Data excerpts
= Beginning of Section =

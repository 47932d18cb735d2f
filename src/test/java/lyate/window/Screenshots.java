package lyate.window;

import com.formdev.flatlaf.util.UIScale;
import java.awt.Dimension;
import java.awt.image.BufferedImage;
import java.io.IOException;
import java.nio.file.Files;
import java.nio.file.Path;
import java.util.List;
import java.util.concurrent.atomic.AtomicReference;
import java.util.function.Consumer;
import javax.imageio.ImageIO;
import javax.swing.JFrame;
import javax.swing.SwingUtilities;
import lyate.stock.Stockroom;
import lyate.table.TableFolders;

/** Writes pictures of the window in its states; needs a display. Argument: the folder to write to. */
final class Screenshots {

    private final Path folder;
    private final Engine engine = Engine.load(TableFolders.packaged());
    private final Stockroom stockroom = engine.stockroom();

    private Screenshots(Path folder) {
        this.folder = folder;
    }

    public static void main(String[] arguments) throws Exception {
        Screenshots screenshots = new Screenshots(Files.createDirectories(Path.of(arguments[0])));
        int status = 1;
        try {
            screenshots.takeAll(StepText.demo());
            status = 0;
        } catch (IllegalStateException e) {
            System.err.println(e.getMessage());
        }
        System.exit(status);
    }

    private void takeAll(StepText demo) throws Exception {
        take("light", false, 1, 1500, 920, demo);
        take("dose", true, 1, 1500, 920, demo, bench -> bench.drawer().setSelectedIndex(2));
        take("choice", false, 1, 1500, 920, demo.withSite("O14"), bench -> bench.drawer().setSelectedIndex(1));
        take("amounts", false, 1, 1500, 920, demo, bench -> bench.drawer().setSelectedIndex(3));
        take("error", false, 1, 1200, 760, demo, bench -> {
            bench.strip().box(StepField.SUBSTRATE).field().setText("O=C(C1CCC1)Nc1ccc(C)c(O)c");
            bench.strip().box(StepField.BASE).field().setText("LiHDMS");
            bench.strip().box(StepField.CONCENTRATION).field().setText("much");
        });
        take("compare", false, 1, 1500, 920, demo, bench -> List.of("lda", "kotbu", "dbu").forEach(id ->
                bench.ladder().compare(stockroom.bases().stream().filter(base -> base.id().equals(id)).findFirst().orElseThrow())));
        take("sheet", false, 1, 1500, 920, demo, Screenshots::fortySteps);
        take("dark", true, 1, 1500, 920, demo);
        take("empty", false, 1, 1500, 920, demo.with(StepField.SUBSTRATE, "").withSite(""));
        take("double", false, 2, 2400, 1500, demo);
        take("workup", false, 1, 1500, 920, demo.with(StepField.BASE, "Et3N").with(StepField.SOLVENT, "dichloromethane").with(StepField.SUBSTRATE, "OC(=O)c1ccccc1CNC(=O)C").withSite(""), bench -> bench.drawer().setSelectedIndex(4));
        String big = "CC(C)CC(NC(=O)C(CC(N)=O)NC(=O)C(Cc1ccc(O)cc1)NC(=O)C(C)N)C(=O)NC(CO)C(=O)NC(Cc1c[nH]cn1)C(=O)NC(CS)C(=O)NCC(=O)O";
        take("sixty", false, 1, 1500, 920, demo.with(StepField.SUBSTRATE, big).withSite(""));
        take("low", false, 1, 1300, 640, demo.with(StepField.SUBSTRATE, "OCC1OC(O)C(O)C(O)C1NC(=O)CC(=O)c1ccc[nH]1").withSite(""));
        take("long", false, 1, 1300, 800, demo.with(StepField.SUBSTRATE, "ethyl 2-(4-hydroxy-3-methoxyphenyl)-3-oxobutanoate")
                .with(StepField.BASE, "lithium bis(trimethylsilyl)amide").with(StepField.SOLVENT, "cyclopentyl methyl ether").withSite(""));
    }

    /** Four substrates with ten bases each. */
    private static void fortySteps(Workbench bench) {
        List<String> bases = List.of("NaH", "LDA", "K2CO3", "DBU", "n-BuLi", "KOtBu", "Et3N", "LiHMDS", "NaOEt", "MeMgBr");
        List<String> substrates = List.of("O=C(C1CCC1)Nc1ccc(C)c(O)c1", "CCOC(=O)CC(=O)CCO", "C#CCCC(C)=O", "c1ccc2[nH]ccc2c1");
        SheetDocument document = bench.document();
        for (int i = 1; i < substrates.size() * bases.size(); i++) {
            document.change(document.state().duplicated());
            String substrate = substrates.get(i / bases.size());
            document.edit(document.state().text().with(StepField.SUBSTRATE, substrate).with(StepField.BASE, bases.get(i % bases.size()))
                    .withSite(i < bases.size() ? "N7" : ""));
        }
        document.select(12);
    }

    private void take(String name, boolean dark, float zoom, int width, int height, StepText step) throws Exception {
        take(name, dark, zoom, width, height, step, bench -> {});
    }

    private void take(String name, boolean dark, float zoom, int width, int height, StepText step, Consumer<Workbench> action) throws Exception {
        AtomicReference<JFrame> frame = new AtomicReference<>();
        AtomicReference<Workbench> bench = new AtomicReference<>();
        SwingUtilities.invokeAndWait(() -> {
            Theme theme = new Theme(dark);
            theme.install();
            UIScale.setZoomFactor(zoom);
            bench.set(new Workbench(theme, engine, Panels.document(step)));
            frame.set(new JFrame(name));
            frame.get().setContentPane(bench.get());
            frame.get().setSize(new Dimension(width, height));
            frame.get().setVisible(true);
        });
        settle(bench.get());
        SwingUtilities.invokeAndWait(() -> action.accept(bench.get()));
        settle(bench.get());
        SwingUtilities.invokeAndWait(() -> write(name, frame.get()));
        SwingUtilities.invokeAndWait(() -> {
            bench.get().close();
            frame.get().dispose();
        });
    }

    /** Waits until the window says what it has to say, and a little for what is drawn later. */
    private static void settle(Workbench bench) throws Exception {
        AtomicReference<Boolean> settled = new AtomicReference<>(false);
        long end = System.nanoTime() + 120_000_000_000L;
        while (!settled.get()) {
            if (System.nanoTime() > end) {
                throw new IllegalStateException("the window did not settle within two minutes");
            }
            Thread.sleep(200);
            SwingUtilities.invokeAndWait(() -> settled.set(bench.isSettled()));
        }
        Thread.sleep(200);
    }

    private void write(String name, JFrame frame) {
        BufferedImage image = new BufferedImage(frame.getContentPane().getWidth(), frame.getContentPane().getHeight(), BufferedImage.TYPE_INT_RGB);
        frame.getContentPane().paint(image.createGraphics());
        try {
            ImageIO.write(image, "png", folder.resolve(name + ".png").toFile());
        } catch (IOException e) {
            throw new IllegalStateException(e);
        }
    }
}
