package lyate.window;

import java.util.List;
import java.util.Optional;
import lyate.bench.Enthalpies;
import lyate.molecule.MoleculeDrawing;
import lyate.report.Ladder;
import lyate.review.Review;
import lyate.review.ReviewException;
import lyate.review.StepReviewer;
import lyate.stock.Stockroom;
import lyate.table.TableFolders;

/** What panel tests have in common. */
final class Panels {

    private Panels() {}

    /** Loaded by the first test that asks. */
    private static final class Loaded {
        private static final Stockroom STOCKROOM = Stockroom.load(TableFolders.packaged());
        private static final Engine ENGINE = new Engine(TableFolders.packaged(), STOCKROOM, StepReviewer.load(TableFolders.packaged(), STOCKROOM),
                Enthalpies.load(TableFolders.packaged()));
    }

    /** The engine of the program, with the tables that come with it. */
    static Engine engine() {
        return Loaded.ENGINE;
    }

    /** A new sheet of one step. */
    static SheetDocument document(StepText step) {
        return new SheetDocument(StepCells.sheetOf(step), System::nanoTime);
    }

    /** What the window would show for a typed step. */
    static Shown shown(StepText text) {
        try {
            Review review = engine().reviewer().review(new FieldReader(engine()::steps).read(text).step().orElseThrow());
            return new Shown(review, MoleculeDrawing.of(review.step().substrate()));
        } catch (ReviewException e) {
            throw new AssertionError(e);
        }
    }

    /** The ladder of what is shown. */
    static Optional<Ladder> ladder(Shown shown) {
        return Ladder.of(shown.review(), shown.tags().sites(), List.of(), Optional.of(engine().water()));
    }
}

= End of Section =

#### [What the task requires]
Look above for the line containing "throw new AssertionError(e);". From there to the final line of the entries, repeat every line exactly.

#### [Exercise response]
            throw new AssertionError(e);
        }
    }

    /** The ladder of what is shown. */
    static Optional<Ladder> ladder(Shown shown) {
        return Ladder.of(shown.review(), shown.tags().sites(), List.of(), Optional.of(engine().water()));
    }
}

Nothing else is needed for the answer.